Question

Let $f : \mathbb{R} - \{2\} \rightarrow \mathbb{R} - \{1\}$ defined by $f(x) = \frac{x-3}{x-2}$ and $g : \mathbb{R} \rightarrow \mathbb{R}$ defined by $g(x) = 3x - 2$, then sum of all values of $x$ for which $f^{-1}(x) + g^{-1}(x) = 19/6$ is ______.

• A. 5/2
• B. 7/2
• C. 9/2
• D. 11/2

Hint:

If a question only asks for the "sum of values" or "product of values" resulting from an equation, try to manipulate it into a standard polynomial.
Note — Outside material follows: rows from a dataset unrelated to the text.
* :meth:`HubTrips.close` - the trips after closing a set of links (hazard
  closures): the baseline's walk legs stay, those entering a closed link
  are gone, and only the subtrees below the closed links are searched again;
* :meth:`HubTrips.update` - the trips on a changed, id-stable network (a
  scenario that adds, upgrades or closes links, or adds or removes hubs),
  from the baseline's forests (:func:`~.incremental.update_forest`); the
  points are attached to the changed network as the full path does, so the
  result equals :meth:`HubTrips.prepare` on the changed network;
* :func:`~.links.link_criticality` - every link closed in turn.

Results are model estimates; local surveys, codes and licensed professional
practice decide.
"""

from __future__ import annotations

from dataclasses import dataclass, field

import numpy as np

from ...errors import LayerError, OptionError
from ..attach import EXTRA_WALK_M, attach_points
from . import _kernels as K
from .forest import grow_forest
from .graph import Places, SearchGraph, Seeds, check_direction, check_weight
from .incremental import GraphChange, network_change, update_forest

__all__ = ["HubTrips", "Closure", "kind_names"]


def kind_names(kinds):
    """Field-name part of each hub kind, and the sorted distinct names.

    Returns (index per hub into the names, names, original kind per name).
    With no kinds every hub is of kind ``hub``.

    Raises
    ------
    LayerError
        Two kinds give the same field name.
    """
    from ..access import kind_name

    if kinds is None:
        return None, ["hub"], ["hub"]
    kinds = np.asarray(kinds, dtype=object)
    names = {}
    for k in dict.fromkeys(kinds.tolist()):
        nm = kind_name(k)
        if nm in names and names[nm] != k:
            raise LayerError(f"hub kinds {names[nm]!r} and {k!r} give the same field name '{nm}'; rename one of them")
        names[nm] = k
    order = sorted(names)
    pos = {names[nm]: i for i, nm in enumerate(order)}
    return np.array([pos[k] for k in kinds], np.int64), order, [names[nm] for nm in order]


@dataclass(eq=False)
class Closure:
    """Trips after closing some links (from :meth:`HubTrips.close`).

    Attributes
    ----------
    closed : ndarray of int64
        The closed edges.
    forests : list of HubForest
        Per kind, after the closure.
    place_cost : ndarray of float64, shape (n_kinds, n_places)
        Per kind, each place's cost after (``inf`` = cut off); places are the
        settlements, or the nodes when none were given.
    work : int
        Settlements plus scans of the repairs (the units of ``HubForest.work``).
    """

    closed: np.ndarray
    forests: list
    place_cost: np.ndarray
    work: int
You can then use Vieta's formulas to find the answer instantly without having to actually calculate the individual roots!

Answer 1

The Correct Option is A

Step 1: Understanding the Question:
We are given two functions, $f(x)$ and $g(x)$. We must first compute their respective inverse functions, set their sum equal to $19/6$, and then find the sum of the roots of the resulting equation.

Step 2: Detailed Explanation:
First, find the inverse function $f^{-1}(x)$. Set $f(y) = x$:
$$x = \frac{y-3}{y-2}$$
Solve for $y$:
$$x(y-2) = y-3 \implies xy - 2x = y - 3 \implies xy - y = 2x - 3 \implies y(x-1) = 2x-3$$
$$y = f^{-1}(x) = \frac{2x-3}{x-1}$$
Next, find the inverse function $g^{-1}(x)$. Set $g(y) = x$:
$$x = 3y - 2 \implies y = g^{-1}(x) = \frac{x+2}{3}$$
Now, substitute the inverses into the given equation:
$$\frac{2x-3}{x-1} + \frac{x+2}{3} = \frac{19}{6}$$
Find a common denominator and multiply the entire equation by $6(x-1)$ to eliminate fractions:
$$6(2x-3) + 2(x+2)(x-1) = 19(x-1)$$
Expand all terms:
$$12x - 18 + 2(x^2 + x - 2) = 19x - 19$$
$$12x - 18 + 2x^2 + 2x - 4 = 19x - 19$$
Group like terms:
$$2x^2 + 14x - 22 = 19x - 19$$
Move all terms to one side to form a standard quadratic equation:
$$2x^2 + (14x - 19x) + (-22 + 19) = 0$$
$$2x^2 - 5x - 3 = 0$$
The question asks for the sum of all values of $x$ (the roots). According to Vieta's formulas for a quadratic $ax^2 + bx + c = 0$, the sum of roots is $-b/a$:
$$\text{Sum of roots} = -\frac{(-5)}{2} = \frac{5}{2}$$

Step 4: Final Answer:
The sum of all values is 5/2, which corresponds to option (a).